Kinetics of exocytosis events. (A) mCherry (Upper) and SEP-GluA1 images (Lower) of spines undergoing stimulation. Filtered spatially (0.75 μm) and temporally (1.25 s). Exocytosis is measured as a sharp increase in spine fluorescence. Stimulated spine shown by open arrowhead. Exocytosis shown by closed arrowhead. (Left) Example of transient spine exocytosis. (Right) Example of sustained spine exocytosis. Numbers indicate time after starting uncaging(s). (Scale bar 1 μm.) (B) mCherry and SEP-GluA1 fluorescence during dendritic exocytosis. (Left) Example in dendrite immediately beneath spine, showing movement of fluorescence into the stimulated spine (40–41 s). (Right) Example that is 2 μm away. (C) Fluorescence time course for region of interest (ROI) shown as yellow circle in A (filtered with 1.25-s window). (D) Fluorescence time course for ROI shown in B. (E) Average of all unstimulated spine exocytosis events (thick green line) and four example exocytosis events (thin lines). n = 25 events.

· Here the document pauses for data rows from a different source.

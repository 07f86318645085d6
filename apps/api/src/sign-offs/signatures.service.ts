import { Injectable } from '@nestjs/common';
import type { Actor } from '../common/actor';
import type { Tx } from '../database/unit-of-work';
import { LedgerService } from '../ledger/ledger.service';
import { hasWritten } from '../recipes/recipe-revisions.policy';
import type { RevisionRecord } from '../recipes/stored-revision';
import { type NewSignOff, SignOffsRepository } from './sign-offs.repository';

export type Signature = Pick<NewSignOff, 'meaning' | 'comment' | 'contentHash' | 'method'> &
  Partial<Pick<NewSignOff, 'checks' | 'acknowledgedCautionIds'>> & {
    /** Past tense in dots: `revision.approved`. */
    readonly action: string;
    readonly after?: Readonly<Record<string, unknown>>;
  };

/** Writes signatures: name and role frozen as printed, bound to the content's hash and to the ledger before them. */
@Injectable()
export class SignaturesService {
  constructor(
    private readonly signOffs: SignOffsRepository,
    private readonly ledger: LedgerService,
  ) {}

  /** Call it after every other lock and change of the act: it takes the end of the shop's ledger. */
  async sign(tx: Tx, actor: Actor, { revision, recipe }: RevisionRecord, { action, after, ...signature }: Signature): Promise<void> {
    const isByAuthor = hasWritten(actor, revision);
    const { hash: ledgerHashBefore } = await this.ledger.lockHead(tx, actor.shopId);
    await this.signOffs.insert(tx, actor.shopId, {
      ...{ checks: null, acknowledgedCautionIds: [], ...signature },
      revisionId: revision.id,
      memberId: actor.memberId,
      printedName: actor.printedName,
      role: actor.role,
      ledgerHashBefore,
      isByAuthor,
    });
    const { meaning, comment, contentHash, method } = signature;
    await this.ledger.record(tx, {
      ...{ actor, action, subjectType: 'revision', subjectId: revision.id, subjectCode: recipe.code },
      before: { state: revision.state },
      after: {
        ...after,
        signature: { meaning, comment, contentHash, method, printedName: actor.printedName, role: actor.role, isByAuthor },
      },
    });
  }
}
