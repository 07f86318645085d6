import { chakra, Flex } from '@chakra-ui/react';
import { type FormEvent, useEffect, useRef, useState } from 'react';
import { useSearchParams } from 'react-router';
import { Button } from '../../../components/button';
import { FacetTray } from '../../../components/facet-tray';
import { ActiveFilters, type FacetChoice } from '../../../components/facets';
import { InputFrame } from '../../../components/field';
import { FindIcon } from '../../../components/icons';
import { ReadProblem } from '../../../components/read-problem';
import { SkeletonTable } from '../../../components/skeletons';
import { formatCount } from '../../../lib/format';
import { addressWith, choiceFromAddress, countChosen, facetsOf, filtersFromAddress, filterToDrop, withoutFilters } from '../recipe-filters';
import { type RecipeFilters, useRecipeCount, useRecipes } from '../recipes.api';
import { RecipeTable } from './recipe-table';
import { NoRecipeMatches, NoRecipesYet } from './recipes-empty';

const TYPING_PAUSE_MS = 250;

/** The list with its filters; all of its state stands in the address. */
export function RecipeList({ mayPlan }: { mayPlan: boolean }) {
  const [search, setSearch] = useSearchParams();
  const filters = filtersFromAddress(search);
  const chosen = choiceFromAddress(search);
  const { pages, error, retry, showMore, hasMore, isValidating } = useRecipes(filters);
  const first = pages?.[0];
  if (error !== undefined && first === undefined) return <ReadProblem problem={error} thing="the list of recipes" onRetry={retry} />;
  if (first === undefined) return <SkeletonTable label="Loading the recipes" />;
  if (first.facets.totalCount === 0) return <NoRecipesYet mayPlan={mayPlan} />;

  const facets = facetsOf(first.facets);
  const rows = (pages ?? []).flatMap(({ items }) => items);
  const { matchCount, totalCount } = first.facets;
  const handleChange = (next: FacetChoice) => setSearch(addressWith(search, next));
  const handleClear = () => setSearch(withoutFilters(search));
  const resultText =
    matchCount === totalCount
      ? `${formatCount(totalCount, 'recipe')}, those that need you first`
      : `${matchCount} of ${formatCount(totalCount, 'recipe')}`;
  return (
    <chakra.div display="grid" gridTemplateColumns={{ base: 'minmax(0, 1fr)', lg: '184px minmax(0, 1fr)' }} gap={{ base: '3', lg: '7' }}>
      <FacetTray facets={facets} chosen={chosen} onChange={handleChange} resultText={formatCount(matchCount, 'recipe')} />
      <chakra.section aria-label="Recipes" minW="0">
        <Flex gap="3" align="center" justify="space-between" wrap="wrap" mb="3">
          <SearchBox
            value={filters.q ?? ''}
            onSearch={(words) => {
              const next = new URLSearchParams(search);
              if (words === '') next.delete('q');
              else next.set('q', words);
              setSearch(next, { replace: true });
            }}
          />
          <chakra.span fontSize="sm" color="fg.muted" role="status">
            {resultText}
          </chakra.span>
        </Flex>
        <chakra.div mb={countChosen(chosen) > 0 ? '3' : '0'}>
          <ActiveFilters facets={facets} chosen={chosen} onChange={handleChange} onClear={handleClear} />
        </chakra.div>
        {rows.length === 0 ? (
          <NoMatch filters={filters} chosen={chosen} facets={facets} mayPlan={mayPlan} onChange={setSearch} search={search} />
        ) : (
          <RecipeTable recipes={rows} />
        )}
        {hasMore && rows.length > 0 && (
          <Flex justify="center" mt="4">
            <Button onClick={showMore} isBusy={isValidating}>
              Show more
            </Button>
          </Flex>
        )}
      </chakra.section>
    </chakra.div>
  );
}

type NoMatchProps = {
  filters: RecipeFilters;
  chosen: FacetChoice;
  facets: ReturnType<typeof facetsOf>;
  mayPlan: boolean;
  search: URLSearchParams;
  onChange: (next: URLSearchParams) => void;
};

function NoMatch({ filters, chosen, facets, mayPlan, search, onChange }: NoMatchProps) {
  const words = filters.q ?? '';
  const withoutSearch = useRecipeCount(words === '' ? null : { ...filters, q: undefined });
  return (
    <NoRecipeMatches
      activeCount={countChosen(chosen) + (words === '' ? 0 : 1)}
      toDrop={filterToDrop(facets, chosen)}
      search={words}
      withoutSearch={withoutSearch}
      mayPlan={mayPlan}
      onDrop={(key) => onChange(addressWith(search, { ...chosen, [key]: [] }))}
      onDropSearch={() => {
        const next = new URLSearchParams(search);
        next.delete('q');
        onChange(next);
      }}
      onClear={() => onChange(withoutFilters(search))}
    />
  );
}

const Input = chakra('input', {
  base: { flex: '1', minW: '0', alignSelf: 'stretch', bg: 'transparent', outline: 'none !important', _placeholder: { color: 'fg.muted' } },
});

/** Results follow the typing; Enter does not wait. */
function SearchBox({ value, onSearch }: { value: string; onSearch: (words: string) => void }) {
  const [typed, setTyped] = useState(value);
  const latest = useRef(onSearch);
  latest.current = onSearch;
  useEffect(() => setTyped(value), [value]);
  useEffect(() => {
    if (typed.trim() === value) return undefined;
    const timer = setTimeout(() => latest.current(typed.trim()), TYPING_PAUSE_MS);
    return () => clearTimeout(timer);
  }, [typed, value]);
  const handleSubmit = (event: FormEvent) => {
    event.preventDefault();
    onSearch(typed.trim());
  };
  return (
    <chakra.form role="search" onSubmit={handleSubmit} width={{ base: 'full', sm: '300px' }}>
      <InputFrame>
        <chakra.span color="fg.muted" lineHeight="none">
          <FindIcon />
        </chakra.span>
        <Input
          type="search"
          aria-label="Code, material or effect"
          placeholder="Code, material or effect"
          value={typed}
          onChange={(event) => setTyped(event.currentTarget.value)}
        />
      </InputFrame>
    </chakra.form>
  );
}
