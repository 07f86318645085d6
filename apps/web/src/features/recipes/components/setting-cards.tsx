import { chakra } from '@chakra-ui/react';
import { FactList } from '../../../components/fact-list';
import { SettingCard } from '../../../components/setting-card';
import { besidePanel, settingRows, stepTitle } from '../../../components/setting-rows';
import { decimalSignOf } from '../../../lib/read-number';
import { useSession } from '../../../lib/session';
import type { Revision } from '../recipes.api';
import { markOf } from '../revision-words';

/** One nameplate for each mark step, in the order of marking. */
export function SettingCards({ revision }: { revision: Revision }) {
  const { shop } = useSession();
  const decimalSign = decimalSignOf(shop.locale);
  const { steps, recipe, profile } = revision;
  return (
    <chakra.div display="grid" gap="4">
      {steps.map((step, index) => (
        // Steps have no names of their own; their place is what they are known by.
        <div key={`${index + 1} ${step.purpose}`}>
          <SettingCard
            code={recipe.code}
            revision={revision.number}
            state={markOf(revision)}
            caption={`${stepTitle(step, index, steps.length)}, in the order of ${recipe.machine.name}’s panel`}
            rows={settingRows(step, profile.panel, decimalSign)}
          />
          <chakra.div px={{ base: '1', sm: '7' }} pt="1">
            <FactList facts={besidePanel(step, profile.panel, decimalSign)} />
          </chakra.div>
        </div>
      ))}
      {steps.length === 0 && <chakra.p color="fg.muted">No mark step has been entered yet.</chakra.p>}
    </chakra.div>
  );
}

Average was taken of unfiltered data, whereas individual traces have been filtered (1.25 s). (F) Average of all stimulated exocytosis events (thick green line), trace examples in A (black lines), and four other example exocytosis time courses. n = 46 events. (G) Average fluorescence time course for unstimulated dendritic exocytosis (thick green) and four individual example time courses. (H) Average time course of stimulated dendritic exocytosis events (thick green line), examples from B (black lines), and three other example time courses. n = 134 events.

Fig. 4.

Location and timing of activity-dependent exocytosis. (A) Time course of exocytosis in spine. Fifty-second movies were taken and split into 25-s epochs. (B) Time course of dendritic exocytosis within 2.5 μm of stimulated spine. (C) Distance from stimulated spine exocytosis occurred before (open circles), during (filled triangles), and after (gray squares, filled diamonds) stimulation. (D) (Left) Exocytosis rate in spine during stimulation (0–50 s). Same color scheme as in A. *Significant differences from control rate (ANOVA, P < 0.05). (Right) Exocytosis rate in the dendrite, near (0–2.5 μm) and away from (3.5–6.5 μm) the stimulated spine during stimulation (0–50 s). n = 112 spines/dendrites from 31 cells for control; 39 spines, 7 cells for U0126; 41 spines, 9 cells for KN62; 25 spines, 6 cells for tetanus toxin (TeTX); and 49 spines, 12 cells for dnRas.